+++ Data to examine
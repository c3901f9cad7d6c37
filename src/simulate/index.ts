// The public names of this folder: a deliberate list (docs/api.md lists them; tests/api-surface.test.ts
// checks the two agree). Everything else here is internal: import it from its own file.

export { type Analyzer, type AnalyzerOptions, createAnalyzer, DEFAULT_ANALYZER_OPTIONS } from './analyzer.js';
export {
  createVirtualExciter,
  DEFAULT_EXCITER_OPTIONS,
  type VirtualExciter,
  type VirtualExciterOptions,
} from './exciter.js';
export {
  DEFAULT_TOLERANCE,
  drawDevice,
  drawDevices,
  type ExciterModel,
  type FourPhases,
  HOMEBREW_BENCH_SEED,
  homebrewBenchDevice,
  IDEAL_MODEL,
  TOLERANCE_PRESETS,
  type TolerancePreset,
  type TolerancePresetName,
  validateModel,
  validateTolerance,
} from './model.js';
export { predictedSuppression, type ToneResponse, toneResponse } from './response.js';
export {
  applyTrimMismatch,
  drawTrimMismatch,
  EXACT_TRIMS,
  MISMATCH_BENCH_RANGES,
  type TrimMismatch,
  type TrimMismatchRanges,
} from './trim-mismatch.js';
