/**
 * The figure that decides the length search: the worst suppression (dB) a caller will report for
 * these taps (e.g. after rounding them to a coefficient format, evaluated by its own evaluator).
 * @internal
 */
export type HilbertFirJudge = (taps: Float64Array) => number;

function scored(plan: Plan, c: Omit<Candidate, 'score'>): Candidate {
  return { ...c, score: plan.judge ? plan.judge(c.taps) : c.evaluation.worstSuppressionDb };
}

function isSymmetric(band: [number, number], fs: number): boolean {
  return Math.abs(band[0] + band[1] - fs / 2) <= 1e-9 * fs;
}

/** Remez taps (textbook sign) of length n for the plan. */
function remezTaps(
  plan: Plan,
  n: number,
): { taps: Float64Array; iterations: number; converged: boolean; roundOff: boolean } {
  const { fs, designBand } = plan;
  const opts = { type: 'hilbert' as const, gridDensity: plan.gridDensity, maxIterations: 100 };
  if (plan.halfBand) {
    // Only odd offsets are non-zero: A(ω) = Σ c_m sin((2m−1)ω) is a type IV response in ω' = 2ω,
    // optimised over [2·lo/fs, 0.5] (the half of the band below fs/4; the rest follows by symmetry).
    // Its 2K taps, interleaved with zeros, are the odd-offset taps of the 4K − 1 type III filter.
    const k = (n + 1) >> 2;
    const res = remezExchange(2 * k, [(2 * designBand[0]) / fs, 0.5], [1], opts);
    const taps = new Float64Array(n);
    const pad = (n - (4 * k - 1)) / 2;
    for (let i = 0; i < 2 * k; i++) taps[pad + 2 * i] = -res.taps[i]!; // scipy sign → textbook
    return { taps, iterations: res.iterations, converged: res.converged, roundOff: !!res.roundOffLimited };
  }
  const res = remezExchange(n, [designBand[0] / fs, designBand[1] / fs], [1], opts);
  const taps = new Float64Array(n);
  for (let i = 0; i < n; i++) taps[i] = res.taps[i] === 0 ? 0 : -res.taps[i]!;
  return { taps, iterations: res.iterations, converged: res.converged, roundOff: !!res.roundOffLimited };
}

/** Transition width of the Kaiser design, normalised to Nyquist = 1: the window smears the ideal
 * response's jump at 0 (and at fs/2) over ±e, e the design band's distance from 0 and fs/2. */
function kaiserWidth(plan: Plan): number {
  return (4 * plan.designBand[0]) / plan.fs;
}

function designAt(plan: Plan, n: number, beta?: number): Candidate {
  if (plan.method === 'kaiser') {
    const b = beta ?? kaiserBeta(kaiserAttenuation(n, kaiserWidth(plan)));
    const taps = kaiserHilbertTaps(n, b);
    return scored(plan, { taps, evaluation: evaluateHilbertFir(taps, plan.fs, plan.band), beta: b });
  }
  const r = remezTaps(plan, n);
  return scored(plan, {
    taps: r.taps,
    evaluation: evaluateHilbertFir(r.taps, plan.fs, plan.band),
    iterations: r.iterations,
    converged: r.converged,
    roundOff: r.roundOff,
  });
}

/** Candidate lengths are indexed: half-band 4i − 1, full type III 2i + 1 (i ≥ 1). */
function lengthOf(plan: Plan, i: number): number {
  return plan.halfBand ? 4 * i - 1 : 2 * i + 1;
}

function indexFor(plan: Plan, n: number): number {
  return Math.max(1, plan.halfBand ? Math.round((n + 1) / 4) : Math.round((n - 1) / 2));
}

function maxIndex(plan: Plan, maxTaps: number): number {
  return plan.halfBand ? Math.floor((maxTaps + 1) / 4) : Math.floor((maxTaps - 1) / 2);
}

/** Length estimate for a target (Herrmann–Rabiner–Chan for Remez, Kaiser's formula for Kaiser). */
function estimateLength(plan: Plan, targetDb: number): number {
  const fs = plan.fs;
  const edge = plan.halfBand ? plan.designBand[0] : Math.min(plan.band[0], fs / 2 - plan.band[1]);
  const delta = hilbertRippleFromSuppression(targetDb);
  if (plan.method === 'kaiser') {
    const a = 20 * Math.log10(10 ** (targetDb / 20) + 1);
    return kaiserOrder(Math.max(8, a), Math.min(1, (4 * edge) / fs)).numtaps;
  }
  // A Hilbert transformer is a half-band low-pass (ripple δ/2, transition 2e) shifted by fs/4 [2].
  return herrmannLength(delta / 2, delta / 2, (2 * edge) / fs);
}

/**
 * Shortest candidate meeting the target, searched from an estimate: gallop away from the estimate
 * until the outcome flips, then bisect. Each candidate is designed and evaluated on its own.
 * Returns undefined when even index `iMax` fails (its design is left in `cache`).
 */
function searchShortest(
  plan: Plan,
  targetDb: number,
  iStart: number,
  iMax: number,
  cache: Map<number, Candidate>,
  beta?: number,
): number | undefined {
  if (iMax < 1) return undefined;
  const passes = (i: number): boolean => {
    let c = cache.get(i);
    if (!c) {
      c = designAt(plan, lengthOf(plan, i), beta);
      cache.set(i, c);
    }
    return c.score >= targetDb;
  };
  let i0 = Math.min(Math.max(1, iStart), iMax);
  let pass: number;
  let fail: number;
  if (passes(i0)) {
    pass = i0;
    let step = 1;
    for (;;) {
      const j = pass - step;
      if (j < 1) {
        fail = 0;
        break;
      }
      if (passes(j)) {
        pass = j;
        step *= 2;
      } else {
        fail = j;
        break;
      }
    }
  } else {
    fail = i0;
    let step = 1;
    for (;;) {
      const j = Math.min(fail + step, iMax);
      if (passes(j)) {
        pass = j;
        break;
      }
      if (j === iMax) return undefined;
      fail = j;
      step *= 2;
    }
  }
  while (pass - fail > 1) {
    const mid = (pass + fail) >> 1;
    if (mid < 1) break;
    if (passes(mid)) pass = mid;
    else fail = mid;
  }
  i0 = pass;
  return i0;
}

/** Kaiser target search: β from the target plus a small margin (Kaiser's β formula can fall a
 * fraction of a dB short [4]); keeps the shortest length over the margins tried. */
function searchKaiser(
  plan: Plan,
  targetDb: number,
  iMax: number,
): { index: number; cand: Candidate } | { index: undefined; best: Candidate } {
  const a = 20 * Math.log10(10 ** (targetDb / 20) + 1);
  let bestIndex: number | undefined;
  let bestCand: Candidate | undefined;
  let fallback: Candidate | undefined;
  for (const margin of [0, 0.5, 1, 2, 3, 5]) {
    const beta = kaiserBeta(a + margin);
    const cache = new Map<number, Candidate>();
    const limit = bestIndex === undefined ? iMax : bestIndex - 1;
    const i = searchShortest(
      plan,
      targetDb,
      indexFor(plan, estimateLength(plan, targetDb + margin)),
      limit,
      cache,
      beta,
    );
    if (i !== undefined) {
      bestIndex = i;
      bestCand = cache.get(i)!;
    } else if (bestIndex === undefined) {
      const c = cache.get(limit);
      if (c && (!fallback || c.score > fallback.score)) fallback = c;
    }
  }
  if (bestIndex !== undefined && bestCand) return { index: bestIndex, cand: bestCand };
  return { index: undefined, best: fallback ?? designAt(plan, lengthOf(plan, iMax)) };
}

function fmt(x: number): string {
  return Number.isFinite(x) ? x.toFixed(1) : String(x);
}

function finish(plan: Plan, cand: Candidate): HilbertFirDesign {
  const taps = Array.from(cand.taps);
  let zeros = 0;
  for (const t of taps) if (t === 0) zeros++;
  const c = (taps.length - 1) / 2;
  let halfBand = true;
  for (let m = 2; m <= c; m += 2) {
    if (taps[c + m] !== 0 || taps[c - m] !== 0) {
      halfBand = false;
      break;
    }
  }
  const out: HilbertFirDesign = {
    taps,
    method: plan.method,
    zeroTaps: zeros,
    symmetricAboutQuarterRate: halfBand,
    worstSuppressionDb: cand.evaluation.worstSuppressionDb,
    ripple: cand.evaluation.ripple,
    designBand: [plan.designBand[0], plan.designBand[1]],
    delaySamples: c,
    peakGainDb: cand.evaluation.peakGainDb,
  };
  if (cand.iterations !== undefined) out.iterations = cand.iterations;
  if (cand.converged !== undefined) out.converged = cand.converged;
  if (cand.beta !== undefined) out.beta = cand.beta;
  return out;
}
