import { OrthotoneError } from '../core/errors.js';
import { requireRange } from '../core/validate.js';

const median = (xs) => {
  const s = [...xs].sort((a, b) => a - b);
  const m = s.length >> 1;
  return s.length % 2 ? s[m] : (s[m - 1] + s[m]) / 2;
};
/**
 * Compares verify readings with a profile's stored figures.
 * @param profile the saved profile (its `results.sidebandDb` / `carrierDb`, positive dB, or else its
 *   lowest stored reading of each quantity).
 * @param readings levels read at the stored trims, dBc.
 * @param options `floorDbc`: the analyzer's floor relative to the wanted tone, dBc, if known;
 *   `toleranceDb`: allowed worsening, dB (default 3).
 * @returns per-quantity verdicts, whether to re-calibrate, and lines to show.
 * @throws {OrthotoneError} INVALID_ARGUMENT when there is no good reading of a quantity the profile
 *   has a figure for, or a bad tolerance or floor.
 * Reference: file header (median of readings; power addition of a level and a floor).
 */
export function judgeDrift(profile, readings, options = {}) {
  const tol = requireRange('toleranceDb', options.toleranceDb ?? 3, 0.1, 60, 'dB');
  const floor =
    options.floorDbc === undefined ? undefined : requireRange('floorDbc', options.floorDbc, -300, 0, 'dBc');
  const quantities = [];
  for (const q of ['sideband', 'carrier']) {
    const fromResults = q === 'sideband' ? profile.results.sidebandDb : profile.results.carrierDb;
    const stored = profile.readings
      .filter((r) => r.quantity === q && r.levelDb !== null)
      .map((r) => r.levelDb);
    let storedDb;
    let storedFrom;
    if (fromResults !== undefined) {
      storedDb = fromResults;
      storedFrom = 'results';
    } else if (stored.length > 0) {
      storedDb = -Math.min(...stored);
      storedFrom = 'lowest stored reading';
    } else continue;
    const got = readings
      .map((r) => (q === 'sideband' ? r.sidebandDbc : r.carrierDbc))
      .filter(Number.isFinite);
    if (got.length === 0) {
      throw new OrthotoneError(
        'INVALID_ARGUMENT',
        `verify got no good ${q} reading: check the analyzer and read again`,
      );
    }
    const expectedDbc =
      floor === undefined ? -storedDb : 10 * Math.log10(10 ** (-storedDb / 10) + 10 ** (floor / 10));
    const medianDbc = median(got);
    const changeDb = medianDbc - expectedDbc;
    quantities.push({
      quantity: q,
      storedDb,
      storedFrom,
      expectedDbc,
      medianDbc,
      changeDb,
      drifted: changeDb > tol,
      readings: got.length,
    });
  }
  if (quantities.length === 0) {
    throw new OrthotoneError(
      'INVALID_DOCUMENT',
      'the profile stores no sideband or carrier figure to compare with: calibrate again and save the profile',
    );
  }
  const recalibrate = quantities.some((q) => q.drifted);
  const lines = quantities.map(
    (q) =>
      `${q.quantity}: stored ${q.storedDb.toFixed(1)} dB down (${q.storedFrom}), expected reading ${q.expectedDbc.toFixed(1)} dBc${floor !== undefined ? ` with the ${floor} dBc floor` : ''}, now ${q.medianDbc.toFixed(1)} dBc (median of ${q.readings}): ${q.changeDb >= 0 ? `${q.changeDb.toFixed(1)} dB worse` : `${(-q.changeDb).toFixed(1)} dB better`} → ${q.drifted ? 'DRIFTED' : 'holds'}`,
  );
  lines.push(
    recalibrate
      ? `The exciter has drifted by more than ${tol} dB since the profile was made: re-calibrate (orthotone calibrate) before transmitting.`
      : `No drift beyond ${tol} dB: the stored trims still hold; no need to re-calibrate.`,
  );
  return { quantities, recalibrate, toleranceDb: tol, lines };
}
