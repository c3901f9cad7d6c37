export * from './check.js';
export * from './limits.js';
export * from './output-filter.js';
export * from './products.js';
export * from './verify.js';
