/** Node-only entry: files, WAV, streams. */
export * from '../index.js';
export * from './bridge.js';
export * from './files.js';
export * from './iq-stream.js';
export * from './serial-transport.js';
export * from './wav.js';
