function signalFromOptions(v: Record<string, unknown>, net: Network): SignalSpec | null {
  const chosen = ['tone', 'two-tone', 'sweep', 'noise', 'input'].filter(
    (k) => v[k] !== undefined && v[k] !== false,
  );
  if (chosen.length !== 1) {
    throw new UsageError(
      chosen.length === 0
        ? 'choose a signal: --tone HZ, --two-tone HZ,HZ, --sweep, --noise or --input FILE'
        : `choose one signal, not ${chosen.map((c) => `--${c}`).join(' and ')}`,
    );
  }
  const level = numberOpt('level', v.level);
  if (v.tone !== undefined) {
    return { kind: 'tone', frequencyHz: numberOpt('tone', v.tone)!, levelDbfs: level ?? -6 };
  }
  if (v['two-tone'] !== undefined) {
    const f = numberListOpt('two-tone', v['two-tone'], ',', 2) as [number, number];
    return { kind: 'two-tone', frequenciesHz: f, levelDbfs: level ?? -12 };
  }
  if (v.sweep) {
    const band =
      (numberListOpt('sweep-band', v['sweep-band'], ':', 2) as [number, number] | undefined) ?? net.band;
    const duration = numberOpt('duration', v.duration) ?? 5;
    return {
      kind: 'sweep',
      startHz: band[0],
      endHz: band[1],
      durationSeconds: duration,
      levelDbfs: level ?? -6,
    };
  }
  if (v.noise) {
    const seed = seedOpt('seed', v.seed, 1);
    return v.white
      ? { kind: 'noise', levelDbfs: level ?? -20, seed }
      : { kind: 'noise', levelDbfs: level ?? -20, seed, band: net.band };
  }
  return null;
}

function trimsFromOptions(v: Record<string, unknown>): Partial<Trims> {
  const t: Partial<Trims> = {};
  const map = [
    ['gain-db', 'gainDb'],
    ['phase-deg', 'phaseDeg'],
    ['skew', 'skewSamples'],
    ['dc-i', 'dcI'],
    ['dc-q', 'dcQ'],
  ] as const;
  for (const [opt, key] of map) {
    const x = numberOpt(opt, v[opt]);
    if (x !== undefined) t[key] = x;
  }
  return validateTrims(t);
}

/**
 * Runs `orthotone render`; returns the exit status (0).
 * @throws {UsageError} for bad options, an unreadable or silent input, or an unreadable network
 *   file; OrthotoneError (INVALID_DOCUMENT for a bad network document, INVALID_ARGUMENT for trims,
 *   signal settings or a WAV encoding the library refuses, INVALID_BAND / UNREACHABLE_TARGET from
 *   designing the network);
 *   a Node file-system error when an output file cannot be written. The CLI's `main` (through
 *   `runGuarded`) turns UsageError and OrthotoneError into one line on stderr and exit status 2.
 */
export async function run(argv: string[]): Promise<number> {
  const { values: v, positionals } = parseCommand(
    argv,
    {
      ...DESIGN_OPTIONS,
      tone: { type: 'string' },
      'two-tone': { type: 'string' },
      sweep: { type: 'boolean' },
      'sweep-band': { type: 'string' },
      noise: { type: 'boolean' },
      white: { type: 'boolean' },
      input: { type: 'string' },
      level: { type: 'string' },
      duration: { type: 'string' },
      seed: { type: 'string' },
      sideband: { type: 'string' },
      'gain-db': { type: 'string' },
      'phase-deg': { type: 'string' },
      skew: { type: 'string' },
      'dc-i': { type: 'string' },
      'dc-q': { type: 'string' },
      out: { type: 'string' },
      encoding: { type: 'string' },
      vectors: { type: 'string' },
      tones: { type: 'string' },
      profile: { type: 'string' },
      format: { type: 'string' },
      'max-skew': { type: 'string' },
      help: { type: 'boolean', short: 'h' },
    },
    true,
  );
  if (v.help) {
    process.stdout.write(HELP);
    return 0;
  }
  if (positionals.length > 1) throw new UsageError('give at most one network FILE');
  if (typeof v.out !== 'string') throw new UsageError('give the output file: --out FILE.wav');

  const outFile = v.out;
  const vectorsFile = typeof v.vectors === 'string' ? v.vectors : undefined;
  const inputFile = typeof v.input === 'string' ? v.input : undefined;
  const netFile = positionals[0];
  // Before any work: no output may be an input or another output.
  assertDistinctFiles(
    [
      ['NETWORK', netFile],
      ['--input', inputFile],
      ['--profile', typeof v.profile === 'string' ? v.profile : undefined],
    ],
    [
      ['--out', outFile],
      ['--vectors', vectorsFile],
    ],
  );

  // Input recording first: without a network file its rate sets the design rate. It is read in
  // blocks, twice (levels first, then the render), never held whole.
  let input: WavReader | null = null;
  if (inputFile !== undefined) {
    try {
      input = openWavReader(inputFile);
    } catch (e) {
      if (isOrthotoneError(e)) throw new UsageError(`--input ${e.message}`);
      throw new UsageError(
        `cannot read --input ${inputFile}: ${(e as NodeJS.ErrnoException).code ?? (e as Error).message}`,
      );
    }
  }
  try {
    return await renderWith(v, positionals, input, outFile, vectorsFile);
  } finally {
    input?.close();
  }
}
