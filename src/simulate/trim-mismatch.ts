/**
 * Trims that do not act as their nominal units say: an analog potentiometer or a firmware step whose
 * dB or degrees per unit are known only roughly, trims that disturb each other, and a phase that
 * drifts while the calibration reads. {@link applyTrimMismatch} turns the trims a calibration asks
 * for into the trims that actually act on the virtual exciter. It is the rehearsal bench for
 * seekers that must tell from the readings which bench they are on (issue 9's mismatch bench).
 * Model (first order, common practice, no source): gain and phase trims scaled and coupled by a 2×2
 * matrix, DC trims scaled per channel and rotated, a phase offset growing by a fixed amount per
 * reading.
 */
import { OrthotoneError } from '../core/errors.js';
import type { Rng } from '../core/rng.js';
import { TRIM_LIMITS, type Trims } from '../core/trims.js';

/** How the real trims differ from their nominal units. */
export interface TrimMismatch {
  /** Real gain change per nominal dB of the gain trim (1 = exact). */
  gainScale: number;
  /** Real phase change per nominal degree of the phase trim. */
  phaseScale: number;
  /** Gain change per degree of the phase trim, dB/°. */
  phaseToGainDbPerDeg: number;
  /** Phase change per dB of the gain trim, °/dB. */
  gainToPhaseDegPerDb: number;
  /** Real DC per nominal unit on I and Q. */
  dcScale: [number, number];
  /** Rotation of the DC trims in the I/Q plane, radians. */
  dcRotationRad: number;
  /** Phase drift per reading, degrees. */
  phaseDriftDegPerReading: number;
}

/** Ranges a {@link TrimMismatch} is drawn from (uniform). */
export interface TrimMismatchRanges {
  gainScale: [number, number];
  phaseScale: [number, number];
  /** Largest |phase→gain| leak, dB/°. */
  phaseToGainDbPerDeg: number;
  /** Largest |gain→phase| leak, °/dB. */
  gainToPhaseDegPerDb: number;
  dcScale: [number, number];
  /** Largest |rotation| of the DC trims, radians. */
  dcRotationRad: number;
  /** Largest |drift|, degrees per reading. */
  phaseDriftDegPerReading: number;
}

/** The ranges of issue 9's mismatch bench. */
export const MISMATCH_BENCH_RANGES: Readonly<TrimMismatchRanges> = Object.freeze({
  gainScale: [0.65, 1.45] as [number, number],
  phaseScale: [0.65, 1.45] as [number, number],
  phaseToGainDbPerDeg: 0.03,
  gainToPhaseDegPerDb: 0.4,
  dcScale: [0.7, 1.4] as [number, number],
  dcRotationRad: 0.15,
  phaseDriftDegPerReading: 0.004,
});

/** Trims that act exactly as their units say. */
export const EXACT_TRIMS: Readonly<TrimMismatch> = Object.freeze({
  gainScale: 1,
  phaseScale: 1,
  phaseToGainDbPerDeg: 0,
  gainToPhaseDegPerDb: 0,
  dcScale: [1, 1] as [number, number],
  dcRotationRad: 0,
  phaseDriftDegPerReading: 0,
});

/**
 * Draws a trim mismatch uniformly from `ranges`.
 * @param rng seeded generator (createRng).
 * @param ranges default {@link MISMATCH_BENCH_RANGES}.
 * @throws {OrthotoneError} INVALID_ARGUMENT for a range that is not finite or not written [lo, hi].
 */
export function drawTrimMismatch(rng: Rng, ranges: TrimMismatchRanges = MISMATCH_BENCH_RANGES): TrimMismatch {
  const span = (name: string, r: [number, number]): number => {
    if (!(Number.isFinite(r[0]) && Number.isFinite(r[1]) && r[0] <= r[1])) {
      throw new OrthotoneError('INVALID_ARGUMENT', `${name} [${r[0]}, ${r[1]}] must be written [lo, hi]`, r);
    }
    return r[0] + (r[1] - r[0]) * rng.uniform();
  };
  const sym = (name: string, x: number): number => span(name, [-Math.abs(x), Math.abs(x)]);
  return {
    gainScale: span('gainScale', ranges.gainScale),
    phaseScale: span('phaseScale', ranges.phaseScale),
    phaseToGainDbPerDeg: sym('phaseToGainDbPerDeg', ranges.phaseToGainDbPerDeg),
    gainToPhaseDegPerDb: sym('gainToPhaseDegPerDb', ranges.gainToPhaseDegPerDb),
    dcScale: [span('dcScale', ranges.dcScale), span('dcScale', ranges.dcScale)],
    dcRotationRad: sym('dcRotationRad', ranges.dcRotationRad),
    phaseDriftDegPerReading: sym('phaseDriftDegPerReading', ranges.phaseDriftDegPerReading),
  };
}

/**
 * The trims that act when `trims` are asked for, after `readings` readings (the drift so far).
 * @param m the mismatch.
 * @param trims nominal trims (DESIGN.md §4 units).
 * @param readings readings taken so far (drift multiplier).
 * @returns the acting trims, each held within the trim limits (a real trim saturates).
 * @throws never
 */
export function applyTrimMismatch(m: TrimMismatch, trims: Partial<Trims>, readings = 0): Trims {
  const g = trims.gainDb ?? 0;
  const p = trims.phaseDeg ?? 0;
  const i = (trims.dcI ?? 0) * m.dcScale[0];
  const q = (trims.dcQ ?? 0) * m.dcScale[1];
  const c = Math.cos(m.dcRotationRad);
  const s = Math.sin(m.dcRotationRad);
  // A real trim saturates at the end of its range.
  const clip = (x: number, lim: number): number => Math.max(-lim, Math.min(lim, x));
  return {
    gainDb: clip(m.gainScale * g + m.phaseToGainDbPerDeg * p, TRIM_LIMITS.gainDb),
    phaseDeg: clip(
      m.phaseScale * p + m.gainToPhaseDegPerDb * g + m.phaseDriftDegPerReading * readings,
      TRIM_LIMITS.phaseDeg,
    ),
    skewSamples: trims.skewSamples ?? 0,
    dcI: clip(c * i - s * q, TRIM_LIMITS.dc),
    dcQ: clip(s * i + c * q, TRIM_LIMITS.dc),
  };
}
++++++
Reproduce the entries above exactly, but only the lines between the line holding "filename src/simulate/trim-mismatch.ts" and the line holding "9's mismatch bench).", inclusive.

__Answer space__:
filename src/simulate/trim-mismatch.ts
/**
 * Trims that do not act as their nominal units say: an analog potentiometer or a firmware step whose
 * dB or degrees per unit are known only roughly, trims that disturb each other, and a phase that
 * drifts while the calibration reads. {@link applyTrimMismatch} turns the trims a calibration asks
 * for into the trims that actually act on the virtual exciter. It is the rehearsal bench for
 * seekers that must tell from the readings which bench they are on (issue 9's mismatch bench).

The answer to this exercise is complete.